The medicinal properties of cannabis, strictly so called, are well summed up by Dr. Glendinning, who employed this drug extensively. "It acts as a soporific or hypnotic in causing sleep; as an anodyne in lulling irritation; as an antispasmodic in checking cough and cramp; as a nervine stimulant in removing languor and anxiety, also in raising the pulse and enlivening the spirits, without any drawback or deduction of indirect or incidental inconvenience; conciliating tranquil repose without causing nausea, constipation, or other signs or effect of indigestion, with out headache or stupor." Notwithstanding these praises, it must be acknowledged that much has yet to be learned in regard to the physiological action of cannabis, though in all likelihood what more is learnt will be in its favor. As an anodyne it is decidedly inferior to opium. (In doses of 1/4 grain of the extract, three times a day, and continued for several days, we have seen C. Indica produce involuntary twitchings and jerkings of the lower extremities.)

Therapeutic Action. - Indian hemp is employed in medicine as an antispasmodic and anodyne in Traumatic Tetanus. Dr. O'shaugh-nessy, and the late Prof. Miller, of Edinburgh, gave it in cases of traumatic tetanus, and state that the beneficial effects which followed its use were very marked. They record several severe cases which were treated with the extract, and all of which were cured. Dr. O'shaughnessy administered as much as two to three grains of the resin, once, twice, or even thrice in the twenty-four hours.

Uterine Haemorrhage, such as occurs at the period of the cessation of the menses, is often moderately arrested or abated by the use of cannabis. Dr. Churchill, of Dublin, gave for this purpose five to fifteen or twenty drops of the tincture three times in the day, and with excellent results.

Uterine contraction during labor. - Dr. Alexander Christison claims for Cannabis Indica a power of promoting contraction equal to that which is possessed by ergot. He states that the effects are perceived more quickly than those of ergot, and that they are more energetic but of shorter duration. He adds that these effects are far from certain to be experienced. The observations of Christison have not been confirmed by other authorities.

Gonorrhoea. - Cannabis Indica has been recommended in gonorrhoea, and there can be no doubt that the employment of it causes a diminution of the discharge, and relieves the violent burning pain in the urethra which comes on during and after micturition. (In gonorrhoea we have had considerable and very favorable experience with a tincture made from fresh native hemp. (C. sativa, var. Americana.) It should be given in doses of a few drops three or four times a day, but should not be given until the more acute symptoms have commenced to subside. It is fully as effectual as copaiva or sandal, and is infinitely pleasanter to take. It is referred to by Schoepf as being in use in this country for this purpose prior to 1787. It is omitted by Thacher, Bigelow, and Barton, but is noticed by Rafinesque.)

Neuralgia, and Neuralgic Headache more particularly, has been palliated and even cured by one-quarter to one-half grain doses of the extract, given two or three times a day. Cannabis also relieves dysuria, accompanied by bloody urine.
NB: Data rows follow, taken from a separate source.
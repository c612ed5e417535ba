import type { FocusEvent, KeyboardEvent } from "react";

const steps: Readonly<Record<string, readonly [number, number]>> = {
  ArrowLeft: [0, -1],
  ArrowRight: [0, 1],
  ArrowUp: [-1, 0],
  ArrowDown: [1, 0],
};

/** Arrow keys go from number to number: the table is one stop of the Tab key. */
function walkCells(event: KeyboardEvent<HTMLTableElement>): void {
  const step = steps[event.key];
  const { target } = event;
  if (step === undefined || !(target instanceof HTMLElement)) return;
  const rows = [...event.currentTarget.querySelectorAll("tbody tr")].map((row) => [
    ...row.querySelectorAll<HTMLElement>("[data-cell]"),
  ]);
  const row = rows.findIndex((cells) => cells.includes(target));
  if (row < 0) return;
  const column = rows[row].indexOf(target);
  const next = rows[row + step[0]]?.[column + step[1]];
  if (next === undefined) return;
  event.preventDefault();
  next.focus();
}

/** The first number, or the one last reached, is where the Tab key comes in. */
function stayHere(event: FocusEvent<HTMLTableElement>): void {
  if (!(event.target instanceof HTMLElement) || !("cell" in event.target.dataset)) return;
  for (const cell of event.currentTarget.querySelectorAll<HTMLElement>("[data-cell]")) cell.tabIndex = -1;
  event.target.tabIndex = 0;
}

function enterAtFirst(table: HTMLTableElement | null): void {
  if (table?.querySelector('[data-cell][tabindex="0"]')) return;
  table?.querySelector("[data-cell]")?.setAttribute("tabindex", "0");
}

/** Properties of a table whose numbers are one stop of the Tab key, with the arrow keys between them. */
export const cellKeys = { onKeyDown: walkCells, onFocus: stayHere, ref: enterAtFirst };
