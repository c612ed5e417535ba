import type { CaseView } from "../session/caseView.ts";
import { CaseMark } from "./CaseMark.tsx";
import { lineMeanings } from "./lineMeaning.ts";
import { RichText } from "./RichText.tsx";

/** What the components of labels are in cases of lateral lines: said once beside the tables that have them. */
export function LinesNote({ cases }: { cases: readonly CaseView[] }) {
  return cases.map((view) => {
    const lines = view.stations.find(({ facts }) => facts.lines !== undefined)?.facts.lines;
    const text = lines === undefined ? null : lineMeanings(lines.along);
    return (
      text !== null && (
        <p className="reason" key={view.id}>
          <CaseMark mark={view.mark} /> {view.name}: <RichText text={text} />.
        </p>
      )
    );
  });
}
Chorea and Delirium Tremens are likewise said to have yielded to it; in the latter, if hypnotics must be employed at all, Indian hemp is one of the least dangerous and most useful. Half to one grain of the extract should be given as a dose.
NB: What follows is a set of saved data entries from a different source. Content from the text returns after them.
import { describe, expect, it } from "vitest";
import { chooseWindow } from "../../../src/core/decay/chooseWindow.ts";
import { decayPoints } from "../../../src/core/decay/decayPoints.ts";
import { fitWindow } from "../../../src/core/decay/fitWindow.ts";
import { laterStarts } from "../../../src/core/decay/laterWindows.ts";
import { unionOfWindows } from "../../../src/core/decay/unionOfWindows.ts";
import { isEstimate, type Quantity } from "../../../src/core/quantity.ts";
import type { StationResult } from "../../../src/core/stationResult.ts";
import { known, plainSettings, spacedFrom, stationAt } from "../../support/lawStations.ts";

const xs = spacedFrom(3, 6, 100, 12);
const exact = (i: number) => (xs[i] - 3) ** -1.25;
type Change = (i: number) => Partial<StationResult>;

/** The automatic window over an exact law whose stations are moved, or carry more. */
function windowOf(factor: (i: number) => number, more: Change = () => ({}), count = xs.length) {
  const stations = xs
    .slice(0, count)
    .map((x, i) => stationAt(x, { q: known(exact(i) * factor(i), 0.01), ...more(i) }));
  return chooseWindow(decayPoints(stations, plainSettings).points, plainSettings);
}
const places = ({ first, last }: { first: number; last: number }) => [first, last];

describe("the longest run of stations that agrees with one law", () => {
  it("is all of an exact law, with nothing left out", () => {
    const all = windowOf(() => 1);
    expect(places(all)).toEqual([0, 11]);
    expect([all.leftOut, all.withoutPlateau]).toEqual([0, false]);
  });
  it("leaves out what departs at its start, and counts it", () => {
    const window = windowOf((i) => (i < 3 ? 2 - i / 4 : 1));
    expect(places(window)).toEqual([3, 11]);
    expect(window.leftOut).toBe(3);
  });
  it("leaves out what departs at its end", () => {
    expect(places(windowOf((i) => (i > 8 ? 2 : 1)))).toEqual([0, 8]);
  });
  it("of two as long is the later: a near field stands at the start", () => {
    // one wild station in the middle leaves five and six, or six and five
    expect(places(windowOf((i) => (i === 6 ? 3 : 1)))).toEqual([0, 5]);
    expect(places(windowOf((i) => (i === 5 ? 3 : 1)))).toEqual([6, 11]);
    const eleven = windowOf((i) => (i === 5 ? 3 : 1), undefined, 11);
    expect(places(eleven)).toEqual([6, 10]);
  });
  it("of four stations is all of them; of five it is tested", () => {
    const four = windowOf((i) => (i === 2 ? 3 : 1), undefined, 4);
    expect(places(four)).toEqual([0, 3]);
    expect(four.withoutPlateau).toBe(false);
    const five = windowOf((i) => (i === 2 ? 3 : 1), undefined, 5);
    expect([places(five), five.withoutPlateau]).toEqual([[0, 4], true]);
  });
});

describe("where ratios settle", () => {
  const ratio =
    (key: "isotropy_uv" | "isotropy_uw", from: number): Change =>
    (i) => ({
      [key]: known(i < from ? 1.5 : 1, 0.01),
    });
  const of = (...changes: Change[]) =>
    windowOf(
      () => 1,
      (i) => Object.assign({}, ...changes.map((change) => change(i))),
    );

  it.each(["isotropy_uv", "isotropy_uw"] as const)("by %s is where a window may begin", (key) => {
    const window = of(ratio(key, 2));
    expect(window.first).toBe(2);
    // what lies before is not left out by a test
    expect(window.leftOut).toBe(0);
    expect(window.reason).toMatch(
      key === "isotropy_uv" ? /after u'\/v' has settled/ : /after u'\/w' has settled/,
    );
  });
  it("is the later of two, both named where they agree", () => {
    expect(of(ratio("isotropy_uv", 2), ratio("isotropy_uw", 4)).first).toBe(4);
    expect(of(ratio("isotropy_uv", 4), ratio("isotropy_uw", 2)).reason).toMatch(/after u'\/v' has settled/);
    expect(of(ratio("isotropy_uv", 3), ratio("isotropy_uw", 3)).reason).toMatch(
      /u'\/v' and u'\/w' have settled/,
    );
  });
  it("counts up to half of the stations; a ratio that settles later has not been seen to settle", () => {
    expect(of(ratio("isotropy_uv", 6)).first).toBe(6);
    expect(of(ratio("isotropy_uv", 7)).first).toBe(0);
  });
  it("of few stations leaves five of them", () => {
    const eight = (from: number) => windowOf(() => 1, ratio("isotropy_uv", from), 8).first;
    expect([eight(3), eight(4)]).toEqual([3, 0]);
  });
  it("from the first station on is not worth a word, nor what never settles", () => {
    expect(of(ratio("isotropy_uv", 0)).reason).not.toMatch(/settled/);
    expect(of(ratio("isotropy_uv", 11)).reason).not.toMatch(/settled/);
  });
  it("is said where no run agrees either", () => {
    const wild = windowOf((i) => (i % 2 ? 2 : 1), ratio("isotropy_uv", 2));
    expect([wild.first, wild.last, wild.withoutPlateau]).toEqual([2, 11, true]);
    expect(wild.reason).toMatch(/settled/);
  });
});

describe("the starts that join the interval of an automatic window", () => {
  it("lie up to two and a half times its first distance from the origin, five stations at the least", () => {
    expect(laterStarts([2, 3, 4, 5, 5.01, 6, 7, 8, 9, 10], 0)).toEqual([0, 1, 2, 3]);
    expect(laterStarts([2, 3, 4, 5, 6, 7], 0)).toEqual([0, 1]);
    expect(laterStarts([12, 13, 14, 15, 16, 17, 18, 19, 20], 10)).toEqual([0, 1, 2, 3]);
    expect(laterStarts([2, 3, 4], 0)).toEqual([0]);
  });
});

describe("the union over windows", () => {
  const law = (from: number, to: number, error: number) => {
    const points = xs
      .slice(from, to)
      .map((x, i) => ({ x, q: exact(from + i) * (i % 2 ? 1.004 : 0.997), smoothedError: error }));
    return fitWindow(points, plainSettings);
  };
  const ends = (quantity: Quantity) => {
    if (!isEstimate(quantity)) throw new Error("missing");
    return [quantity.low, quantity.high];
  };
  const [whole, later] = [law(0, 12, 0.005), law(4, 12, 0.005)];
  const refused = { refused: "falls like an exponential" };

  it.each(["n", "x0"] as const)("of %s has the value of the first, and the outermost ends of all", (key) => {
    const [own, other] = [ends(unionOfWindows([whole], key)), ends(unionOfWindows([later], key))];
    const union = unionOfWindows([whole, later], key);
    expect(union.value).toBe(unionOfWindows([whole], key).value);
    expect(ends(union)).toEqual([Math.min(own[0] ?? 0, other[0] ?? 0), Math.max(own[1] ?? 0, other[1] ?? 0)]);
    expect(isEstimate(union) ? union.error : null).toEqual(
      (() => {
        const alone = unionOfWindows([whole], key);
        return isEstimate(alone) ? alone.error : null;
      })(),
    );
  });
  it("is open above for n and below for x0 where a later start has no law", () => {
    const n = unionOfWindows([whole, refused], "n");
    expect(ends(n)).toEqual([ends(unionOfWindows([whole], "n"))[0], null]);
    expect(n).toMatchObject({ why_high: expect.stringMatching(/later start/) });
    const x0 = unionOfWindows([whole, refused], "x0");
    expect(ends(x0)).toEqual([null, ends(unionOfWindows([whole], "x0"))[1]]);
    expect(x0).toMatchObject({ why_low: expect.stringMatching(/later start/) });
  });
  it("is open where one of them is, for that one's reason or its own", () => {
    const open = law(7, 12, 0.2);
    expect(ends(unionOfWindows([open], "n"))[1]).toBeNull();
    const union = unionOfWindows([whole, open], "n");
    expect(union).toMatchObject({ high: null, why_high: expect.stringMatching(/later start/) });
    expect(unionOfWindows([open, whole], "n")).toMatchObject({
      high: null,
      why_high: expect.stringMatching(/span/),
    });
  });
  it("of a held number is that number", () => {
    const points = xs.map((x, i) => ({ x, q: exact(i), smoothedError: 0.01 }));
    const held = fitWindow(points, { ...plainSettings, x0: 3 });
    expect(unionOfWindows([held, held], "x0")).toMatchObject({
      value: 3,
      low: null,
      high: null,
      why_low: "held, not fitted",
    });
  });
});
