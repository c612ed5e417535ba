import type { WorkspaceChange } from "../../sheet/workspace.ts";
import type { CaseView } from "../session/caseView.ts";
import { AdoptedRoutes } from "./AdoptedRoutes.tsx";
import { ChangeInPlace } from "./ChangeInPlace.tsx";
import { CommonChoice } from "./CommonChoice.tsx";
import { dissipations, kinds } from "./reductionRows.ts";

/** Which route of the dissipation is adopted in each case, and why; another can be adopted for all. */
export function DissipationNote({
  cases,
  onChange,
}: {
  cases: readonly CaseView[];
  onChange: (change: WorkspaceChange) => void;
}) {
  const sheets = cases.map((view) => view.of.sheet);
  return (
    <ChangeInPlace
      list={<AdoptedRoutes cases={cases} />}
      controls={
        <div className="choices-form">
          <CommonChoice
            label="route in every case"
            choices={dissipations}
            of={({ reduce }) => reduce.dissipation}
            sheets={sheets}
            onChange={(dissipation) =>
              onChange({ kind: "set-reduction", caseId: null, edit: { reduce: { dissipation } } })
            }
          />
          {cases.map(({ id, name, of }) => (
            <CommonChoice
              key={id}
              label={`${name}, kind of data`}
              choices={kinds}
              of={({ kind }) => kind ?? "none"}
              sheets={[of.sheet]}
              onChange={(kind) =>
                onChange({
                  kind: "set-reduction",
                  caseId: id,
                  edit: { kind: kind === "none" ? null : kind },
                })
              }
            />
          ))}
        </div>
      }
    />
  );
}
(There is a good deal of confusion on the subject of hemp in this country, as there are at least three substances that pass under this name. These are, first, the resin obtained from the C. sativa grown in Asia, and distinguished in the Pharmacopoeia as the C. Indica; second, the product of the C. sativa of this country, and called (in the Pharmacopoeia) C Americana; third, the indigenous "Indian hemp " or Apocynum canna-binum. The narcotic properties of the C. Americana are much feebler than those of the C. Indica. The Apocynum is an active diuretic)

Preparations And Dose. - Tinctura Cannabis (Indicae),m v. - xx. (.30 - 1.20); Extract. Cannabis Indicae, gr. 1/6 - 1/2 (.01 - .03); Extract. Cannabis Americanae, gr. 1/2 - ij. (.03 - .12). The tincture of C. Americana that we have used in gonorrhoea is made from the fresh leaves and young twigs, one part; alcohol, two parts.